2016 verlor die Lira 17 Prozent ihres Werts gegenüber dem Dollar, der Leitwährung auch für den türkischen Außenhandel und für Unternehmerkredite. In der ersten Woche nach Neujahr waren es nochmals knapp neun Prozent.

Dafür gibt es – in der realen Finanz- und Wirtschaftswelt – eine ganze Reihe von Gründen: die instabile Sicherheitslage in der Türkei mit der Serie von Terroranschlägen durch den IS und die kurdische Untergrundarmee PKK; die großen innenpolitischen Spannungen und die unsichere Zukunft durch den von Erdoğan betriebenen Verfassungswechsel zu einem autoritären Präsidialsystem; die Zögerlichkeit der türkischen Zentralbank, dem Druck des Präsidenten zu widerstehen und die Leitzinsen deutlich heraufzusetzen; die Kriege in den Nachbarländern Syrien und Irak, die der türkischen Exportwirtschaft große Märkte genommen haben; schließlich die Inflation, miterzeugt durch die schwache Währung und wiederum die Währung nur weiter schwächend.

Hohe Inflation

So zogen die Verbraucherpreise in der Türkei im letzten Monat des vergangenen Jahres um 1,6 Prozent an – erwartet waren 0,9 Prozent. Vor allem Nahrungsmittel verteuerten sich um 3,45 Prozent. Übers Jahr gerechnet stieg die Inflation damit auf 8,5 Prozent. Ökonomen erwarten, dass sich der Anstieg bei den Verbraucherpreisen durch höhere Produktions- und Importkosten infolge der schwachen Lira fortsetzt: Neun Prozent Inflation im ersten Quartal gelten als realistisch.

Auch in anderen Bereichen stehen die Zeichen auf Rot: Die offiziell registrierte Arbeitslosigkeit liegt bei über elf Prozent; seit Oktober 2016 verzeichnet die Türkei wieder den Abfluss von Auslandskapital; die Industrieproduktion schrumpft leicht bereits seit Juni.

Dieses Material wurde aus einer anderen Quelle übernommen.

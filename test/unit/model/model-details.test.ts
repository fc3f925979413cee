import { expect } from 'chai';
import type { Recording } from '../../../shared/math/recording.js';
import { exportReport } from '../../../shared/model/export-report.js';
import { workOutModelDetails } from '../../../shared/model/model-details.js';
import { buildModelDocument } from '../../../shared/model/model-document.js';
import { safetyCaution } from '../../../shared/model/safety-caution.js';
import { niceTicks } from '../../../shared/model/svg-line-chart.js';
import { modelDetailsSchema } from '../../../shared/schemas/model-details.js';
import type { ModelDocument } from '../../../shared/schemas/model-document.js';
import { doublePendulumTorques, forcesOf } from '../../support/mechanisms/forcing.js';
import { doublePendulum } from '../../support/mechanisms/handbook-mechanisms.js';
import { simulateRecording } from '../../support/mechanisms/simulate-recording.js';

// The model is the handbook double pendulum (Landau & Lifshitz, Mechanics, sec. 5, problem 1); the recordings
// are simulated from its hand-written equations with our parameters, so its simulation must follow them.
const document: ModelDocument = buildModelDocument({
  coordinates: doublePendulum.coordinates,
  energy: { terms: Object.keys(doublePendulum.energyTerms), coefficients: Object.values(doublePendulum.energyTerms) },
  lagrangian: { terms: Object.keys(doublePendulum.lagrangianTerms), coefficients: Object.values(doublePendulum.lagrangianTerms) },
  provenance: {
    source: 'model details test',
    form: 'balance',
    estimator: { method: 'savitzky-golay', window: 9, order: 6 },
    recordings: [],
    sweep: null,
    scores: null,
  },
  title: 'double pendulum <handbook>',
});

function recording(name: string, role: 'train' | 'validate', q0: number[], forced: boolean): Recording {
  const simulated = simulateRecording(doublePendulum, {
    initial: { q: q0, dq: [0, 0] },
    duration: 4,
    sampleStep: 0.01,
    ...(forced ? { forces: forcesOf(...doublePendulumTorques) } : {}),
  });
  return { name, role, time: simulated.time, positions: simulated.q, velocities: [null, null], forces: forced ? simulated.u : null };
}

describe('model details (everything the model view shows)', function () {
  this.timeout(60_000);
  const train = recording('train.csv', 'train', [0.6, -0.3], true);
  const held = recording('held-out.csv', 'validate', [-0.5, 0.9], false);

  it('checks the mass matrix on every recording and simulates the validation recordings only', () => {
    const details = workOutModelDetails(document, [train, held], { threshold: 0.01 });
    expect(() => modelDetailsSchema.parse(JSON.parse(JSON.stringify(details)))).not.to.throw();
    expect(details.massMatrixChecks.map((c) => c.recording)).to.deep.equal(['train.csv', 'held-out.csv']);
    expect(details.massMatrixChecks.every((c) => c.notPositiveDefinite === 0)).to.equal(true);
    expect(details.validations.map((v) => v.figures.recording)).to.deep.equal(['held-out.csv']);
    const figures = details.validations[0]!.figures;
    expect(figures.status).to.equal('finished');
    expect(figures.maxError).to.be.below(1e-5);
    expect(figures.timeToThreshold).to.equal(null);
    expect(figures.passive).to.equal(true);
    expect(figures.energyDrift!.relative).to.be.below(1e-7);
    expect(details.settings).to.deep.equal({
      threshold: 0.01,
      estimator: { method: 'savitzky-golay', window: 9, order: 6 },
      forceInterpolation: 'cubic',
      rtol: 1e-9,
    });
    expect(details.warnings).to.deep.equal([]);
    expect(details.caution).to.equal(safetyCaution);
  });

  it('thins the plotted series and keeps the last sample', () => {
    const details = workOutModelDetails(document, [held], { plotPoints: 100 });
    const trajectory = details.validations[0]!.trajectory;
    expect(trajectory.time.length).to.be.at.most(101);
    expect(trajectory.time[trajectory.time.length - 1]).to.equal(4);
    expect(Object.keys(trajectory.simulated)).to.deep.equal(['th1', 'th2']);
    expect(trajectory.recorded['th1']![0]).to.equal(held.positions[0]![4]);
  });

  it('simulates the training recordings when there is no validation recording, and says so', () => {
    const details = workOutModelDetails(document, [train]);
    expect(details.validations.map((v) => v.figures.role)).to.deep.equal(['train']);
    expect(details.warnings.join(' ')).to.contain('No validation recording');
  });

  it('names a recording it cannot use in the warnings instead of failing', () => {
    const short: Recording = { ...held, name: 'short.csv', time: held.time.slice(0, 5), positions: held.positions.map((p) => p.slice(0, 5)) };
    const details = workOutModelDetails(document, [short, held]);
    expect(details.warnings.join(' ')).to.contain('short.csv could not be used');
    expect(details.validations).to.have.length(1);
  });

  describe('the fit residual (energy balance dE/dt = P, method.md section 2)', () => {
    it('is worked out on every recording in the form of the sweep, small against the sizes it balances', () => {
      // The document names the balance form and no windows: the description defaults (20 intervals every 5 samples).
      const details = workOutModelDetails(document, [train, held]);
      const residuals = details.fitResiduals!;
      expect(residuals.form).to.equal('balance');
      expect(residuals.balance).to.deep.equal({ window: 20, stride: 5, integration: 'simpson' });
      expect(residuals.recordings.map((r) => [r.recording, r.role])).to.deep.equal([['train.csv', 'train'], ['held-out.csv', 'validate']]);
      const [forced, passive] = residuals.recordings;
      // 401 samples less 4 trimmed at each end by the window-9 estimator leave 393; windows start every 5
      // samples while 20 intervals still fit: floor((393 - 1 - 20) / 5) + 1 = 75.
      expect(forced!.rows).to.equal(75);
      expect(forced!.rms).to.be.below(1e-3 * forced!.powerRms);
      expect(passive!.powerRms).to.equal(0);
      expect(passive!.rms).to.be.below(1e-3 * passive!.partsRms);
    });

    it('follows the form and windows the sweep ran with, and thins the series', () => {
      const derivative = workOutModelDetails(
        { ...document, provenance: { ...document.provenance, form: 'derivative' } },
        [train],
        { plotPoints: 100 },
      ).fitResiduals!;
      expect(derivative.form).to.equal('derivative');
      expect(derivative.balance).to.equal(null);
      const series = derivative.recordings[0]!;
      expect(series.rows).to.equal(393);
      expect(series.time.length).to.be.at.most(100);
      expect(series.time.at(-1)).to.equal(train.time[400 - 4]);
      const windows = { window: 40, stride: 10, integration: 'trapezoid' as const };
      const balance = workOutModelDetails({ ...document, provenance: { ...document.provenance, sweep: { balance: windows } } }, [train]).fitResiduals!;
      expect(balance.balance).to.deep.equal(windows);
    });

    it('grows large when a coefficient is 5 % wrong', () => {
      const wrong = { ...document, energy: { ...document.energy, terms: document.energy.terms.map((t) => (t.term === 'cos(th2)' ? { ...t, coefficient: t.coefficient * 1.05 } : t)) } };
      const forced = workOutModelDetails(wrong, [train]).fitResiduals!.recordings[0]!;
      expect(forced.rms).to.be.above(5e-2 * forced.powerRms);
    });

    it('is optional in stored details, which were saved before it existed', () => {
      const { fitResiduals: _left, ...stored } = workOutModelDetails(document, [held]);
      expect(modelDetailsSchema.safeParse(JSON.parse(JSON.stringify(stored))).success).to.equal(true);
    });
  });

  describe('the printable report', () => {
    const html = exportReport(workOutModelDetails(document, [train, held], { threshold: 0.01 }));

    it('is one self-contained page: no scripts, no links, nothing loaded from elsewhere', () => {
      expect(html).to.match(/^<!doctype html>/);
      expect(html).not.to.match(/<script|<link|<img|src=|href=|@import|url\(/i);
      // The only address is the SVG namespace, which is a name, not a download.
      expect(html.match(/https?:\/\/[^"\s]+/g)!.every((a) => a === 'http://www.w3.org/2000/svg')).to.equal(true);
    });

    it('shows the caution, the formulas, the coefficients, the figures and the plots', () => {
      expect(html).to.contain(safetyCaution);
      expect(html).to.contain(`E = ${document.energy.expression}`).and.to.contain(`L = ${document.lagrangian.expression}`);
      expect(html).to.contain('\\ddot{\\theta}_{1}');
      for (const term of Object.keys(doublePendulum.lagrangianTerms)) expect(html).to.contain(`<code>${term}</code>`);
      expect(html).to.contain('held-out.csv (validate)');
      // Per coordinate: simulated against recorded; one chart of the error over time; one of the fit residual.
      expect(html.match(/<svg /g)).to.have.length(4);
      expect(html).to.contain('error over time');
      expect(html).to.contain('Fit residual over time').and.to.contain('Balance form: per window of 20 sample intervals every 5 samples');
    });

    it('escapes text from the model (the title here)', () => {
      expect(html).to.contain('double pendulum &lt;handbook&gt;');
      expect(html).not.to.contain('<handbook>');
    });
  });

  it('chooses tick values at 1, 2 or 5 times a power of ten (common practice, no source)', () => {
    expect(niceTicks(0, 4, 8)).to.deep.equal([0, 0.5, 1, 1.5, 2, 2.5, 3, 3.5, 4]);
    expect(niceTicks(-0.013, 0.021, 5)).to.deep.equal([-0.01, 0, 0.01, 0.02]);
  });
});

Die türkische Regierung greift nun zu verzweifelt anmutenden Maßnahmen und verspricht Großinvestoren einen türkischen Pass. Wer etwa Immobilien für eine Million Dollar kauft, bekommt die türkische Staatsbürgerschaft. Doch ähnliche Angebote gibt es auch in der EU – zum Beispiel in Griechenland oder Bulgarien. (Markus Bernath, 12.1.2017)

  • Drei Lira für einen Dollar galt vor nicht allzu langer Zeit noch als Albtraum für die türkische Wirtschaft. Alles relativ: Zur Wochenmitte stand die türkische Währung bei knapp vier Lira für einen Dollar.
    foto: reuters/murad sezer

    Drei Lira für einen Dollar galt vor nicht allzu langer Zeit noch als Albtraum für die türkische Wirtschaft. Alles relativ: Zur Wochenmitte stand die türkische Währung bei knapp vier Lira für einen Dollar.

Share if you care.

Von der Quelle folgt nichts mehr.